The conversation always circles back to the same questions. When will it come back? Have they restarted Guiteras? Did you hear if fuel arrived in Santiago?
Rumors fly through the darkness because there is no official news to correct them. Someone says a tanker from Venezuela is docking. Another says Russia has promised a shipment of oil. Hope is rationed as strictly as bread.
The scariest part of this existence is the unpredictability. If you knew the power would be off from 2:00 PM to 8:00 PM every day, you could organize your life around that schedule. You could plan. But when the grid collapses entirely, there is no schedule. The power might come on for twenty minutes, teasing the refrigerator into a brief shudder of hope, before dying again for eighteen hours. It is the psychological cruelty of uncertainty that breaks people.
The Limits of Resilience
For decades, the world has romanticized Cuban resilience. We marvel at the mechanics who keep 1953 Buicks running with parts salvaged from Soviet tractors. We praise the resourcefulness of a people who can fix anything with a piece of wire and a prayer.
But there is a dark side to forcing a population to be perpetually resilient. Resilience is a finite resource. It burns up like fuel in an old boiler.
When you spend your entire day figuring out how to wash your clothes without running water, how to cook a meal without gas or electricity, and how to keep your children cool enough to sleep, you have no energy left to create, to build, or to dream. Life shrinks to the immediate horizon of the next meal and the next watt.
The younger generation looks at the darkness and sees a future devoid of light. The blackout is not just an inconvenience; it is a powerful metaphor for their prospects on the island. It is no coincidence that during the worst periods of energy instability, the exodus of young, educated Cubans reaches historic highs. They are fleeing the quiet, hot nights where the refrigerator doesn't hum.
The Smoke on the Horizon
By day three of a total collapse, the air changes.
The heat inside the homes becomes trapped, baking the concrete walls until they radiate warmth long after the sun goes down. The smell of spoiling food begins to drift from trash bins.

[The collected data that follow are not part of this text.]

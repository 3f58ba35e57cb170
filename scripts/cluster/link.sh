#!/bin/bash
# SPDX-License-Identifier: BSD-2-Clause
# One link of chain.sh: ends with a checkpoint before the limit, that of $LIMIT or the job's own from $SLURM_JOB_END_TIME.
#SBATCH --job-name=ebbturn-link
#SBATCH --ntasks=2
#SBATCH --time=04:00:00
#SBATCH --open-mode=append
#SBATCH --output=%x-%j.log

set -u
command=$1 input=$2 result=$3
export OMP_NUM_THREADS=1 OPENBLAS_NUM_THREADS=1
shopt -s nullglob
left=("$result".checkpoint-[01] "$result".journal-*)
if [ ${#left[@]} -eq 0 ] && [ -e "$result" ]; then
  echo "link.sh: '$result' is complete"
  exit 0
elif [ ${#left[@]} -eq 0 ]; then
  words=("$command" "$input" -o "$result")
elif [ "$command" = evolve ]; then
  words=(evolve --resume "$result")
else
  words=(sweep "$input" --resume "$result")
fi
# a task that dies takes the step with it: the others would wait for it
read -r -a launcher <<<"${RUN:-srun --mpi=pmix --kill-on-bad-exit=1}"
limit=() # LIMIT='3h50m' sets it; otherwise Slurm's own, where it says so
[ -n "${LIMIT:-}${SLURM_JOB_END_TIME:-}" ] || LIMIT=3h50m
[ -z "${LIMIT:-}" ] || limit=(--time-limit "$LIMIT")
exec "${launcher[@]}" "${EBBTURN:-ebbturn}" "${words[@]}" "${limit[@]}"
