#!/bin/bash
# SPDX-License-Identifier: BSD-2-Clause
# One job for each model of a list, at most eight at a time. Submit: sbatch --array=1-$(wc -l < LIST)%8 array.sh LIST, with a
# model file in each line; results stand beside the models. Each is signalled and requeued like job.sh.
#SBATCH --job-name=ebbturn-array
#SBATCH --ntasks=1
#SBATCH --time=04:00:00
#SBATCH --signal=B:USR1@300
#SBATCH --requeue
#SBATCH --open-mode=append
#SBATCH --output=%x-%A_%a.log

set -u
list=${1:?"usage: sbatch --array=1-N%8 array.sh LIST"}
# Slurm runs a copy of this file: SCRIPTS names the folder of job.sh, by default that under the folder of submission
scripts=${SCRIPTS:-$SLURM_SUBMIT_DIR/scripts/cluster}
model=$(sed -n "${SLURM_ARRAY_TASK_ID}p" "$list")
if [ -z "$model" ]; then
  echo "array.sh: '$list' has no line $SLURM_ARRAY_TASK_ID" >&2
  exit 2
fi
# shellcheck source=scripts/cluster/job.sh
. "$scripts/job.sh" evolve "$model" "${model%.yaml}.h5"
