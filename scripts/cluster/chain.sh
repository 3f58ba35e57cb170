#!/bin/bash
# SPDX-License-Identifier: BSD-2-Clause
# A chain of jobs, for queues that forbid requeueing: each begins when the one before has ended, goes on from its checkpoint
# and finds nothing to do once the run is complete. Usage: chain.sh LINKS evolve MODEL RESULT, or LINKS sweep PLAN RESULT.
set -eu
if [ $# -ne 4 ]; then
  echo "usage: chain.sh LINKS evolve MODEL RESULT | LINKS sweep PLAN RESULT" >&2
  exit 2
fi
links=$1
shift
folder=$(cd "$(dirname "$0")" && pwd)
before=
for link in $(seq "$links"); do
  job=$(sbatch --parsable --no-requeue ${before:+--dependency=afterany:$before} "$folder/link.sh" "$@")
  echo "chain.sh: link $link is job $job"
  before=$job
done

The state works frantically. Engineers, working in grueling conditions inside the hot, cavernous bellies of the thermoelectric plants, try to synchronize the system. It is a delicate dance. If they connect a city to a plant too quickly, the sudden demand will overwhelm the generator, causing it to trip again and sending the entire region back to zero. It is like trying to light a campfire in a hurricane with a single match.

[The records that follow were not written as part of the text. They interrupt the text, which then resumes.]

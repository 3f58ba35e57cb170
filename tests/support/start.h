/* SPDX-License-Identifier: BSD-2-Clause
 *
 * Test support for Criterion tests: comparison with a clear failure text, PETSc for a serial test, and starting
 * programs. */
#ifndef EBB_TEST_START_H
#define EBB_TEST_START_H

#include "support/environment.h"
#include "support/tolerance.h"

#include <criterion/criterion.h>

/* Serial tests that need PETSc: Test(suite, name, .init = ebb_test_slepc_begin, .fini = ebb_test_slepc_end). No
 * .petscrc is read. The end fails the test where PETSc memory was never freed. */
void ebb_test_slepc_begin(void);
void ebb_test_slepc_end(void);

/* A PETSc-style call that must succeed. */
#define ebb_test_call(call) cr_assert_eq((int)(call), 0, "%s", #call)

/* actual is within the tolerance (one of ebb_test_rounding, _printed, _truncation, _solver) of expected. */
#define ebb_test_close(actual, expected, tolerance)                                                                    \
  do {                                                                                                                 \
    char ebb_text_[EBB_TEST_TEXT_MAX];                                                                                 \
    bool ebb_good_ = ebb_test_within((actual), (expected), (tolerance), #actual, ebb_text_);                           \
    cr_expect(ebb_good_, "%s", ebb_text_);                                                                             \
  } while (0)

/* actual agrees with a number as a paper prints it: ebb_test_close_printed(rho, "0.41"). */
#define ebb_test_close_printed(actual, printed)                                                                        \
  ebb_test_close((actual), ebb_test_printed_value(printed), ebb_test_printed(printed))

#define ebb_test_order(coarse_error, fine_error, refinement, order)                                                    \
  do {                                                                                                                 \
    char ebb_text_[EBB_TEST_TEXT_MAX];                                                                                 \
    bool ebb_good_ = ebb_test_has_order((coarse_error), (fine_error), (refinement), (order), ebb_text_);               \
    cr_expect(ebb_good_, "%s", ebb_text_);                                                                             \
  } while (0)

/* What a finished program left behind. */
struct ebb_test_run {
  int status; /* exit status; 128 + n where signal n ended it */
  char *out;  /* stdout and stderr, terminated */
  char *err;
};

/* Starts argv[0] (NULL at the end of argv), waits, reads. The child ends with the test: a Criterion timeout leaves
 * nothing running. `folder`: its working folder, NULL for the present one. */
struct ebb_test_run ebb_test_start(const char *folder, const char *const argv[]);
/* ebbturn with these arguments: ebb_test_ebbturn(folder, (const char *const[]){"check", path, NULL}); ranks 0: without
 * mpiexec. */
struct ebb_test_run ebb_test_ebbturn(const char *folder, int ranks, const char *const arguments[]);
/* tests/ranks/NAME_case.c on so many ranks. */
struct ebb_test_run ebb_test_case(int ranks, const char *name, const char *const arguments[]);
void ebb_test_run_clear(struct ebb_test_run *run);

/* FOLDER/model.yaml with this text. */
void ebb_test_model_write(const char *folder, const char *text);
/* Models that a command must refuse: exit 2, and `says` on stderr. */
struct ebb_test_refusal {
  const char *text, *says;
};
void ebb_test_refusals(const char *command, size_t n, const struct ebb_test_refusal rows[]);

#endif
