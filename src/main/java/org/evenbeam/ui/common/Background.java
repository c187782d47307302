package org.evenbeam.ui.common;

import java.io.UncheckedIOException;
import java.util.function.Consumer;
import java.util.function.Supplier;
import org.evenbeam.logbook.LogbookException;

/** Where work runs, and where its result arrives. Work that was asked for first is done first. */
public interface Background {
  /**
   * Runs work off the screen's thread; exactly one of the two is called on it afterwards.
   *
   * @param work what to do
   * @param done takes its result
   * @param failed takes what went wrong
   */
  <T> void run(Supplier<T> work, Consumer<T> done, Consumer<Throwable> failed);

  /**
   * Computes something that needs nothing of the logbook, beside its work and in no order, so that
   * no reading waits for it.
   *
   * @param work what to compute
   * @param done takes its result
   * @param failed takes what went wrong
   */
  default <T> void compute(Supplier<T> work, Consumer<T> done, Consumer<Throwable> failed) {
    run(work, done, failed);
  }

  /** Runs everything at once and where it was asked for, as tests like it. */
  static Background direct() {
    return new Background() {
      @Override
      public <T> void run(Supplier<T> work, Consumer<T> done, Consumer<Throwable> failed) {
        T result;
        try {
          result = work.get();
        } catch (LogbookException | UncheckedIOException refused) {
          failed.accept(refused);
          return;
        }
        done.accept(result);
      }
    };
  }
}
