package org.evenbeam.ui.common;

import java.util.ArrayList;
import java.util.List;
import java.util.function.BiConsumer;
import javafx.beans.property.SimpleStringProperty;
import javafx.beans.property.StringProperty;
import javafx.geometry.Pos;
import javafx.scene.AccessibleRole;
import javafx.scene.Node;
import javafx.scene.control.Button;
import javafx.scene.control.PasswordField;
import javafx.scene.control.TextField;
import javafx.scene.input.KeyCode;
import javafx.scene.layout.HBox;
import javafx.scene.layout.Region;
import javafx.scene.layout.StackPane;
import javafx.scene.layout.VBox;

/**
 * Asks for a few texts over its screen, such as a reason or a password, before something is done.
 * It stays open with the answers in it until what was asked for has worked or the person cancels.
 */
public final class AskPane extends StackPane {
  /**
   * What is asked.
   *
   * @param title what will be done
   * @param explanation what that means; may be empty
   * @param fields the names of the texts asked for
   * @param confirm the name of the button that does it
   */
  public record Question(String title, String explanation, List<Field> fields, String confirm) {
    /** Keeps the fields unchangeable. */
    public Question {
      fields = List.copyOf(fields);
    }
  }

  /**
   * One text asked for.
   *
   * @param name its name
   * @param initial what stands in it at first
   * @param secret whether it is a password
   */
  public record Field(String name, String initial, boolean secret) {
    /** A password. */
    public static Field password(String name) {
      return new Field(name, "", true);
    }

    /** A text. */
    public static Field text(String name) {
      return new Field(name, "", false);
    }
  }

  private final Node content;
  private final String cancel;
  private final StringProperty problem = new SimpleStringProperty("");
  private final StackPane veil = new StackPane();
  private Node focusBefore;

  /** Lies over that content. */
  public AskPane(Node content, String cancel) {
    this.content = content;
    this.cancel = cancel;
    veil.getStyleClass().add("veil");
    veil.setVisible(false);
    getChildren().addAll(content, veil);
  }

  /**
   * Asks.
   *
   * @param answered takes the answers in the fields' order, and what to run once it has worked
   */
  public void ask(Question question, BiConsumer<List<String>, Runnable> answered) {
    problem.set("");
    focusBefore = getScene() == null ? null : getScene().getFocusOwner();
    List<TextField> fields = new ArrayList<>();
    VBox card = Panes.card(12);
    card.setMaxSize(460, Region.USE_PREF_SIZE);
    card.setAccessibleRole(AccessibleRole.DIALOG);
    card.setAccessibleText(question.title());
    card.getChildren().add(Panes.label(question.title(), "heading"));
    card.getChildren()
        .add(Panes.following(new SimpleStringProperty(question.explanation()), "quiet"));
    question.fields().forEach(field -> card.getChildren().add(input(field, fields)));
    Runnable confirm = () -> answered.accept(texts(fields), this::close);
    Button button = Panes.button(question.confirm(), confirm, "accent");
    button.setId("confirm");
    for (int i = 0; i < fields.size(); i++) {
      Runnable next = i + 1 < fields.size() ? fields.get(i + 1)::requestFocus : confirm;
      fields.get(i).setOnAction(event -> next.run());
    }
    HBox buttons = new HBox(8, Panes.spring(), Panes.button(cancel, this::close), button);
    buttons.setAlignment(Pos.CENTER_RIGHT);
    card.getChildren().addAll(Panes.problem(problem), buttons);
    open(card, fields.isEmpty() ? button : fields.get(0));
  }

  /** Says what went wrong with the answers; they stay. */
  public StringProperty problem() {
    return problem;
  }

  /** Whether it is asking. */
  public boolean isAsking() {
    return veil.isVisible();
  }

  private void open(Node card, Node first) {
    content.setDisable(true);
    veil.getChildren().setAll(card);
    veil.setVisible(true);
    card.setOnKeyPressed(
        event -> {
          if (event.getCode() == KeyCode.ESCAPE) {
            close();
            event.consume();
          }
        });
    first.requestFocus();
  }

  private void close() {
    veil.setVisible(false);
    veil.getChildren().clear();
    content.setDisable(false);
    if (focusBefore != null) {
      focusBefore.requestFocus();
    }
  }

  private static Node input(Field field, List<TextField> fields) {
    TextField input = field.secret() ? new PasswordField() : new TextField();
    input.setText(field.initial());
    fields.add(input);
    return Panes.named(field.name(), input);
  }

  private static List<String> texts(List<TextField> fields) {
    return fields.stream().map(TextField::getText).toList();
  }
}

Sometimes they succeed for a few hours. A neighborhood cheers as the streetlights flicker to life. People rush to charge their phones, to freeze bottles of water, to breathe in the cool air of an air conditioner.
Then, a whisper of smoke escapes from a substation twenty miles away, a breaker trips, and the lights snap out. The groan that echoes through the streets is a sound of collective heartbreak.

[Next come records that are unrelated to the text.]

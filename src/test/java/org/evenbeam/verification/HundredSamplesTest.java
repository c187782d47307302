package org.evenbeam.verification;

import static org.assertj.core.api.Assertions.assertThat;

import java.io.IOException;
import java.math.BigDecimal;
import java.nio.file.Files;
import java.nio.file.Path;
import java.util.ArrayList;
import java.util.HashMap;
import java.util.LinkedHashMap;
import java.util.List;
import java.util.Map;
import java.util.Optional;
import java.util.OptionalInt;
import java.util.stream.Stream;
import org.evenbeam.stats.LimitTest;
import org.evenbeam.stats.StudentTTest;
import org.evenbeam.stats.VarianceTest;
import org.junit.jupiter.params.ParameterizedTest;
import org.junit.jupiter.params.provider.MethodSource;

/**
 * A hundred simulated samples, evaluated whole and held against high-precision arithmetic on the
 * decimals as typed: reference/r-grid/samples100_data.csv and samples100_decimal.csv (mpmath, 40
 * digits).
 */
class HundredSamplesTest {
  private static final Path FOLDER = Path.of("src/test/resources/reference/r-grid");
  private static final double RELATIVE = 1e-11;
  private static final double NEAR_ZERO = 1e-14;

  static Stream<Map<String, String>> samples() throws IOException {
    return rows("samples100_decimal.csv").stream();
  }

  private static List<Map<String, String>> rows(String file) throws IOException {
    List<String> lines =
        Files.readAllLines(FOLDER.resolve(file)).stream()
            .filter(line -> !line.startsWith("#"))
            .toList();
    String[] header = lines.get(0).split(",", -1);
    List<Map<String, String>> rows = new ArrayList<>();
    for (String line : lines.subList(1, lines.size())) {
      String[] cells = line.split(",", -1);
      Map<String, String> row = new LinkedHashMap<>();
      for (int i = 0; i < header.length; i++) {
        row.put(header[i], cells[i]);
      }
      rows.add(row);
    }
    return rows;
  }

  private static final class Readings {
    private static final Map<String, List<BigDecimal>> BY_ID = new HashMap<>();

    private Readings() {}

    static synchronized List<BigDecimal> of(String id) throws IOException {
      if (BY_ID.isEmpty()) {
        for (Map<String, String> row : rows("samples100_data.csv")) {
          BY_ID
              .computeIfAbsent(row.get("id"), key -> new ArrayList<>())
              .add(new BigDecimal(row.get("x")));
        }
      }
      return BY_ID.get(id);
    }
  }

  private static CheckPointFindings evaluate(Map<String, String> row) throws IOException {
    Optional<BigDecimal> limit = Optional.of(new BigDecimal(row.get("Delta")));
    Criteria criteria =
        new Criteria(
            limit,
            limit,
            Optional.of(new BigDecimal(row.get("sigma0"))),
            Double.parseDouble(row.get("alpha")),
            DecisionRule.GUARDED_ACCEPTANCE,
            DecisionRule.GUARDED_REJECTION,
            true);
    CheckPointQuestion question =
        new CheckPointQuestion(
            row.get("id"),
            Reference.takenAsExact(new BigDecimal(row.get("mu0"))),
            Optional.empty(),
            criteria,
            OptionalInt.empty());
    return CheckPointEvaluation.of(question, Readings.of(row.get("id")));
  }

  private static void same(String what, double found, String expected) {
    double value = new BigDecimal(expected).doubleValue();
    double allowed = Math.max(NEAR_ZERO, RELATIVE * Math.abs(value));
    assertThat(Math.abs(found - value))
        .as("%s: %s for %s", what, found, expected)
        .isLessThanOrEqualTo(allowed);
  }

  @ParameterizedTest
  @MethodSource("samples")
  void everyFigureAgreesWithTheDecimals(Map<String, String> row) throws IOException {
    CheckPointFindings found = evaluate(row);
    StudentTTest t = found.tTest().orElseThrow();
    LimitTest limit = found.biasFinding().test().orElseThrow();
    VarianceTest variance = found.precisionFinding().test().orElseThrow();

    assertThat(found.n()).isEqualTo(Integer.parseInt(row.get("n")));
    assertThat(found.mean()).isEqualTo(new BigDecimal(row.get("mean")).doubleValue());
    same("sd", found.standardDeviation().orElseThrow(), row.get("sd"));
    same("t", t.statistic(), row.get("t"));
    same("p", t.pTwoSided(), row.get("p_two"));
    same("p lower", limit.pLower(), row.get("tost_p_lower"));
    same("p upper", limit.pUpper(), row.get("tost_p_upper"));
    same("chi2", variance.statistic(), row.get("chi2"));
    same("chi2 lower", variance.pLower(), row.get("p_chi2_lower"));
    same("chi2 upper", variance.pUpper(), row.get("p_chi2_upper"));
    same("chi2 two", variance.pTwoSided(), row.get("p_chi2_two"));
  }
}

We live in a world that is hyper-connected, where we discuss artificial intelligence, quantum computing, and the colonization of Mars. Yet, just a short distance from the shores of the wealthiest nation on earth, millions of people are living through a slow-motion technological regression. They are watching the twentieth century recede into the past, leaving them stranded in an older, harsher reality.
The crisis in Cuba is a stark reminder of the thinness of the crust we call civilization. Our comfort, our safety, and our connection to one another are entirely dependent on a web of copper, steel, and fuel that we rarely think about until it stops working.
The sun sets again over the Malecón. The sea laps against the stone wall, indifferent to the human struggle just a few yards away. The city fades into a silhouette, then into nothingness. Somewhere in the dark, Maria sits by her son’s bed, waving a piece of cardboard back and forth, creating a fragile, temporary breeze to keep the heat at bay while the boy sleeps. She listens into the dark, waiting for the sound that never comes.